Integration of the ResolveOME™ multi-omics workflow with IDT xGen™ hybridization capture at single-cell resolution to obtain high quality exome data

Durga M. Arvapalli, Isai Salas-González, Benjamin Warlick, Viren Amin, Swetha D. Velivela, Katie Kennedy, Jamie Remington, Jeff Blackinton, Victor J. Weigman, Gary L. Harton, Jay A.A. West, Jon S. Zawistowski

Simultaneous examination of multiple -omic layers in single cells offers essential insights to decode the complexity of cancer and understand the pathophysiology of oncogenesis as well as tumor progression. ResolveOME™ amplification chemistry provides these insights through unified whole-genome and full-length transcriptome information from the same single cell. While whole genome sequencing (WGS) provides the complete complement of genomic elements for discovery, whole exome sequencing (WES) offers a cost-effective alternative while still providing the ability to ascertain the entirety of coding sequence.
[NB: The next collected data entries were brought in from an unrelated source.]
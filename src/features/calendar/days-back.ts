import type { CalendarBooking } from '../../../shared/bookings/calendar-schemas.ts'

/** A booking's days as they were: what was settled on purpose then is settled again. */
export const daysBackTo = (before: Pick<CalendarBooking, 'allDays' | 'clashReason'>) => ({
  days: before.allDays,
  evenIfNotWorked: true,
  ...(before.clashReason === null ? {} : { clashReason: before.clashReason }),
})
Here we extend ResolveOME™ to a robust hybrid capture workflow to examine whole exomes. The core ResolveOME™ workflow is unification of template-switching single-cell RNAseq chemistry with ResolveDNA® whole genome amplification (WGA) technology, whereby the cDNA synthesized is separated from the genomic amplification fraction through affinity purification. The ResolveDNA® Library Preparation kit with enzymatic fragmentation was used to create libraries from the amplified genomic fraction. Prior to performing hybrid capture, low pass sequencing ensured high library complexity as assessed by the preseq algorithm. The libraries were pooled and enriched using the IDT xGen™ Exome Research Panel v2. The pool was 2X150 sequenced on an Illumina NextSeq 1000 instrument. The samples were downsampled to 40 million reads per library where analysis using BaseJumper™ software showed base coverage of 98% at 1X and 96% at 10X. The single-cell SNV calling metrics showed excellent precision and sensitivity of 99% and 92% respectively with robust allelic balance across single cells and with on + near target bases over 85%.

We demonstrated the successful coupling of the ResolveOME™ multi-omics workflow with IDT xGen™ Research Panel v2 hybridization capture of genomic libraries, providing the researcher a WES option in addition to WGS for maximizing cost and efficiency, with the key attributes of robust exomic metrics.